Collected data
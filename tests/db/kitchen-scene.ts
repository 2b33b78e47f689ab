import type { DoorStyle, Edition, EditionCosts, MouldingProfile } from '@/lib/engine/edition-types';
import type { Cents, Choices, Sixtyfourths, Survey } from '@/lib/engine/types';

/** Inches as the computation counts them. */
const inches = (value: number) => (value * 64) as Sixtyfourths;
const cents = (value: number) => value as Cents;

/** One wall, one wall cabinet with one door of 15 by 27 inches, and room for any crown above it. */
export const SURVEY: Survey = {
  version: 1,
  kitchen: 'One cabinet',
  measuredOn: '2026-11-02',
  yearBuilt: 1990,
  room: {
    outline: [
      { x: inches(0), y: inches(0) },
      { x: inches(120), y: inches(0) },
      { x: inches(120), y: inches(120) },
      { x: inches(0), y: inches(120) },
    ],
    ceiling: inches(96),
    soffits: [],
  },
  // Seen from the room, the north wall runs from its left end in the west to its right end in the east.
  walls: [
    {
      id: 'N',
      name: 'North wall',
      kind: 'wall',
      from: { x: inches(0), y: inches(120) },
      to: { x: inches(120), y: inches(120) },
    },
  ],
  cabinets: [
    {
      id: 'N-01',
      wall: 'N',
      zone: 'wall',
      tier: 'wall',
      at: inches(24),
      width: inches(18),
      height: inches(30),
      bottom: inches(54),
      depth: inches(12),
      frame: {
        stileLeft: inches(1.5),
        stileRight: inches(1.5),
        railTop: inches(1.5),
        railBottom: inches(1.5),
        thickness: inches(0.75),
        layout: {
          opening: {
            n: 1,
            kind: 'door',
            width: inches(15),
            height: inches(27),
            hinge: 'left',
            existing: [{ width: inches(15.75), height: inches(27.75) }],
          },
        },
      },
      left: { exposed: true },
      right: { exposed: true },
      box: 'faceFrame',
      action: 'reface',
      material: 'wood',
      bondTest: 'passed',
      condition: 'sound',
      coated: true,
    },
  ],
  fillers: [],
  appliances: [],
  gaps: [],
  typed: {},
};

const style = (id: string, name: string, price: number, more: Partial<DoorStyle> = {}): DoorStyle => ({
  id,
  name,
  construction: 'fivePiece',
  panel: 'flat',
  stile: inches(2.25),
  rail: inches(2.25),
  drawerRail: inches(1.5),
  thickness: inches(0.75),
  panelThickness: inches(0.25),
  groove: inches(0.375),
  innerEdge: [],
  outerEdge: [],
  panelProfile: [],
  smallestPanel: inches(2),
  smallestDrawerHeight: inches(5),
  smallestHeight: inches(4),
  widestLeaf: inches(24),
  smallestRowGap: inches(0.125),
  minimumArea: 150,
  price: cents(price),
  slabPrice: cents(price),
  ...more,
});

const crown: MouldingProfile = {
  id: 'cove',
  name: 'Cove crown',
  kind: 'crown',
  section: [
    { x: inches(0), y: inches(0) },
    { x: inches(2), y: inches(2.5) },
    { x: inches(0), y: inches(2.5) },
  ],
  face: inches(3.25),
  spring: 38_000,
  height: inches(2.5),
  projection: inches(2),
  price: cents(950),
};

/** A price book of two styles, two species and two finishes; style `plank` is made in oak alone. */
export const edition = (number: number): Edition => ({
  version: 1,
  number,
  title: `Edition ${number}`,
  publishedOn: '2026-11-01',
  styles: [
    style('frame', 'Flat frame', 4200),
    style('plank', 'Plank', 5100, { construction: 'plank', panel: 'none', species: ['oak'] }),
  ],
  species: [
    {
      id: 'maple',
      name: 'Maple',
      family: 'hardwood',
      // Red maple, USDA FPL-GTR-190 table 13-5; hardness from the same book, density from memory.
      radial: 1370,
      tangential: 2890,
      janka: 950,
      density: 20,
      colour: '#d9bd94',
      grain: 'fine',
      frontPrice: cents(900),
      veneerPrice: cents(500),
      mouldingPrice: cents(300),
      panelPrice: cents(700),
      finishes: ['clear', 'paint'],
    },
    {
      id: 'oak',
      name: 'Red oak',
      family: 'hardwood',
      radial: 1580,
      tangential: 3690,
      janka: 1290,
      density: 23,
      colour: '#c79a63',
      grain: 'coarse',
      frontPrice: cents(600),
      veneerPrice: cents(400),
      mouldingPrice: cents(250),
      panelPrice: cents(600),
      finishes: ['clear'],
    },
  ],
  finishes: [
    { id: 'clear', name: 'Clear', family: 'clear', price: cents(0), mouldingPrice: cents(0) },
    {
      id: 'paint-3',
      name: 'Paint 3, linen',
      family: 'paint',
      colour: '#ece5d6',
      price: cents(350),
      mouldingPrice: cents(80),
    },
  ],
  overlays: [
    {
      id: 'half',
      name: 'Half inch overlay',
      amount: inches(0.5),
      gap: inches(0.125),
      hingeSet: 'soft',
      setback: inches(0.9375),
    },
  ],
  hingeSets: [
    {
      id: 'soft',
      name: 'Soft-close hinge',
      overlay: inches(0.5),
      softClose: true,
      openingAngle: 105,
      intrusion: inches(1),
      smallestReveal: inches(0.125),
      byHeight: [
        { upTo: inches(40), hinges: 2 },
        { upTo: inches(60), hinges: 3 },
      ],
      byWeight: [
        { upTo: 15_000, hinges: 2 },
        { upTo: 30_000, hinges: 3 },
      ],
      price: cents(650),
    },
  ],
  crowns: [crown],
  bases: [],
  lightRails: [],
  pulls: [
    {
      id: 'bar',
      name: 'Bar pull',
      form: 'bar',
      centres: inches(5),
      projection: inches(1.25),
      colour: '#333333',
      price: cents(780),
    },
  ],
  storage: [],
  drawerBoxes: [
    {
      id: 'keep',
      name: 'Keep the drawer boxes',
      material: 'none',
      thickness: inches(0),
      slide: '',
      price: cents(0),
    },
  ],
  slides: [],
  ends: [{ id: 'flat', name: 'Flat end panel', kind: 'flat', price: cents(900) }],
  counters: [
    {
      id: 'keep',
      name: 'Keep the counter',
      kind: 'keep',
      overhang: inches(1),
      thickness: inches(1.5),
      pricePerSquareFoot: cents(0),
      pricePerEdgeFoot: cents(0),
      pricePerCutOut: cents(0),
      allowance: cents(0),
    },
  ],
  labour: [
    {
      code: 'hang',
      label: 'Hanging fronts',
      per: 'front',
      unit: 'each',
      class: 'labour',
      hours: 50,
      price: cents(2500),
    },
  ],
  zonedKeys: ['style', 'species', 'finish', 'pull'],
  shop: {
    bumper: inches(0.125),
    crownClearance: inches(0.125),
    nailerLap: inches(0),
    veneerTrim: inches(0.125),
    baseClearance: inches(0.25),
    valanceClearance: inches(0.25),
    slideRearAllowance: inches(0.5),
    boxHeightClearance: inches(1),
    panelThickness: inches(0.25),
    kerf: inches(0.125),
    stockLengths: [inches(96)],
    sheet: { width: inches(48), height: inches(96) },
    adhesiveCoverage: 308,
    crewHoursPerDay: 14,
  },
  hiddenDamage: [],
  restocking: [{ part: 'front', price: cents(3000) }],
  leadTimeDays: 15,
});

export const costs = (number: number): EditionCosts => ({
  version: 1,
  number,
  costShare: { default: 550_000 },
});

export const CHOICES: Choices = {
  version: 1,
  kitchen: {
    style: 'frame',
    species: 'maple',
    finish: 'clear',
    overlay: 'half',
    pull: 'bar',
    crown: 'none',
    base: 'none',
    lightRail: 'none',
    ends: 'flat',
    drawerBox: 'keep',
    counter: 'keep',
  },
  zones: {},
  inside: {},
};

- ACTION ITEM -
Each record above has to be printed again, word for word.

- EXPECTED ANSWER -
filename tests/db/kitchen-scene.ts
repository 2b33b78e47f689ab
import type { DoorStyle, Edition, EditionCosts, MouldingProfile } from '@/lib/engine/edition-types';
import type { Cents, Choices, Sixtyfourths, Survey } from '@/lib/engine/types';

/** Inches as the computation counts them. */
const inches = (value: number) => (value * 64) as Sixtyfourths;
const cents = (value: number) => value as Cents;

/** One wall, one wall cabinet with one door of 15 by 27 inches, and room for any crown above it. */
export const SURVEY: Survey = {
  version: 1,
  kitchen: 'One cabinet',
  measuredOn: '2026-11-02',
  yearBuilt: 1990,
  room: {
    outline: [
      { x: inches(0), y: inches(0) },
      { x: inches(120), y: inches(0) },
      { x: inches(120), y: inches(120) },
      { x: inches(0), y: inches(120) },
    ],
    ceiling: inches(96),
    soffits: [],
  },
  // Seen from the room, the north wall runs from its left end in the west to its right end in the east.
  walls: [
    {
      id: 'N',
      name: 'North wall',
      kind: 'wall',
      from: { x: inches(0), y: inches(120) },
      to: { x: inches(120), y: inches(120) },
    },
  ],
  cabinets: [
    {
      id: 'N-01',
      wall: 'N',
      zone: 'wall',
      tier: 'wall',
      at: inches(24),
      width: inches(18),
      height: inches(30),
      bottom: inches(54),
      depth: inches(12),
      frame: {
        stileLeft: inches(1.5),
        stileRight: inches(1.5),
        railTop: inches(1.5),
        railBottom: inches(1.5),
        thickness: inches(0.75),
        layout: {
          opening: {
            n: 1,
            kind: 'door',
            width: inches(15),
            height: inches(27),
            hinge: 'left',
            existing: [{ width: inches(15.75), height: inches(27.75) }],
          },
        },
      },
      left: { exposed: true },
      right: { exposed: true },
      box: 'faceFrame',
      action: 'reface',
      material: 'wood',
      bondTest: 'passed',
      condition: 'sound',
      coated: true,
    },
  ],
  fillers: [],
  appliances: [],
  gaps: [],
  typed: {},
};

const style = (id: string, name: string, price: number, more: Partial<DoorStyle> = {}): DoorStyle => ({
  id,
  name,
  construction: 'fivePiece',
  panel: 'flat',
  stile: inches(2.25),
  rail: inches(2.25),
  drawerRail: inches(1.5),
  thickness: inches(0.75),
  panelThickness: inches(0.25),
  groove: inches(0.375),
  innerEdge: [],
  outerEdge: [],
  panelProfile: [],
  smallestPanel: inches(2),
  smallestDrawerHeight: inches(5),
  smallestHeight: inches(4),
  widestLeaf: inches(24),
  smallestRowGap: inches(0.125),
  minimumArea: 150,
  price: cents(price),
  slabPrice: cents(price),
  ...more,
});

const crown: MouldingProfile = {
  id: 'cove',
  name: 'Cove crown',
  kind: 'crown',
  section: [
    { x: inches(0), y: inches(0) },
    { x: inches(2), y: inches(2.5) },
    { x: inches(0), y: inches(2.5) },
  ],
  face: inches(3.25),
  spring: 38_000,
  height: inches(2.5),
  projection: inches(2),
  price: cents(950),
};

/** A price book of two styles, two species and two finishes; style `plank` is made in oak alone. */
export const edition = (number: number): Edition => ({
  version: 1,
  number,
  title: `Edition ${number}`,
  publishedOn: '2026-11-01',
  styles: [
    style('frame', 'Flat frame', 4200),
    style('plank', 'Plank', 5100, { construction: 'plank', panel: 'none', species: ['oak'] }),
  ],
  species: [
    {
      id: 'maple',
      name: 'Maple',
      family: 'hardwood',
      // Red maple, USDA FPL-GTR-190 table 13-5; hardness from the same book, density from memory.
      radial: 1370,
      tangential: 2890,
      janka: 950,
      density: 20,
      colour: '#d9bd94',
      grain: 'fine',
      frontPrice: cents(900),
      veneerPrice: cents(500),
      mouldingPrice: cents(300),
      panelPrice: cents(700),
      finishes: ['clear', 'paint'],
    },
    {
      id: 'oak',
      name: 'Red oak',
      family: 'hardwood',
      radial: 1580,
      tangential: 3690,
      janka: 1290,
      density: 23,
      colour: '#c79a63',
      grain: 'coarse',
      frontPrice: cents(600),
      veneerPrice: cents(400),
      mouldingPrice: cents(250),
      panelPrice: cents(600),
      finishes: ['clear'],
    },
  ],
  finishes: [
    { id: 'clear', name: 'Clear', family: 'clear', price: cents(0), mouldingPrice: cents(0) },
    {
      id: 'paint-3',
      name: 'Paint 3, linen',
      family: 'paint',
      colour: '#ece5d6',
      price: cents(350),
      mouldingPrice: cents(80),
    },
  ],
  overlays: [
    {
      id: 'half',
      name: 'Half inch overlay',
      amount: inches(0.5),
      gap: inches(0.125),
      hingeSet: 'soft',
      setback: inches(0.9375),
    },
  ],
  hingeSets: [
    {
      id: 'soft',
      name: 'Soft-close hinge',
      overlay: inches(0.5),
      softClose: true,
      openingAngle: 105,
      intrusion: inches(1),
      smallestReveal: inches(0.125),
      byHeight: [
        { upTo: inches(40), hinges: 2 },
        { upTo: inches(60), hinges: 3 },
      ],
      byWeight: [
        { upTo: 15_000, hinges: 2 },
        { upTo: 30_000, hinges: 3 },
      ],
      price: cents(650),
    },
  ],
  crowns: [crown],
  bases: [],
  lightRails: [],
  pulls: [
    {
      id: 'bar',
      name: 'Bar pull',
      form: 'bar',
      centres: inches(5),
      projection: inches(1.25),
      colour: '#333333',
      price: cents(780),
    },
  ],
  storage: [],
  drawerBoxes: [
    {
      id: 'keep',
      name: 'Keep the drawer boxes',
      material: 'none',
      thickness: inches(0),
      slide: '',
      price: cents(0),
    },
  ],
  slides: [],
  ends: [{ id: 'flat', name: 'Flat end panel', kind: 'flat', price: cents(900) }],
  counters: [
    {
      id: 'keep',
      name: 'Keep the counter',
      kind: 'keep',
      overhang: inches(1),
      thickness: inches(1.5),
      pricePerSquareFoot: cents(0),
      pricePerEdgeFoot: cents(0),
      pricePerCutOut: cents(0),
      allowance: cents(0),
    },
  ],
  labour: [
    {
      code: 'hang',
      label: 'Hanging fronts',
      per: 'front',
      unit: 'each',
      class: 'labour',
      hours: 50,
      price: cents(2500),
    },
  ],
  zonedKeys: ['style', 'species', 'finish', 'pull'],
  shop: {
    bumper: inches(0.125),
    crownClearance: inches(0.125),
    nailerLap: inches(0),
    veneerTrim: inches(0.125),
    baseClearance: inches(0.25),
    valanceClearance: inches(0.25),
    slideRearAllowance: inches(0.5),
    boxHeightClearance: inches(1),
    panelThickness: inches(0.25),
    kerf: inches(0.125),
    stockLengths: [inches(96)],
    sheet: { width: inches(48), height: inches(96) },
    adhesiveCoverage: 308,
    crewHoursPerDay: 14,
  },
  hiddenDamage: [],
  restocking: [{ part: 'front', price: cents(3000) }],
  leadTimeDays: 15,
});

export const costs = (number: number): EditionCosts => ({
  version: 1,
  number,
  costShare: { default: 550_000 },
});

export const CHOICES: Choices = {
  version: 1,
  kitchen: {
    style: 'frame',
    species: 'maple',
    finish: 'clear',
    overlay: 'half',
    pull: 'bar',
    crown: 'none',
    base: 'none',
    lightRail: 'none',
    ends: 'flat',
    drawerBox: 'keep',
    counter: 'keep',
  },
  zones: {},
  inside: {},
};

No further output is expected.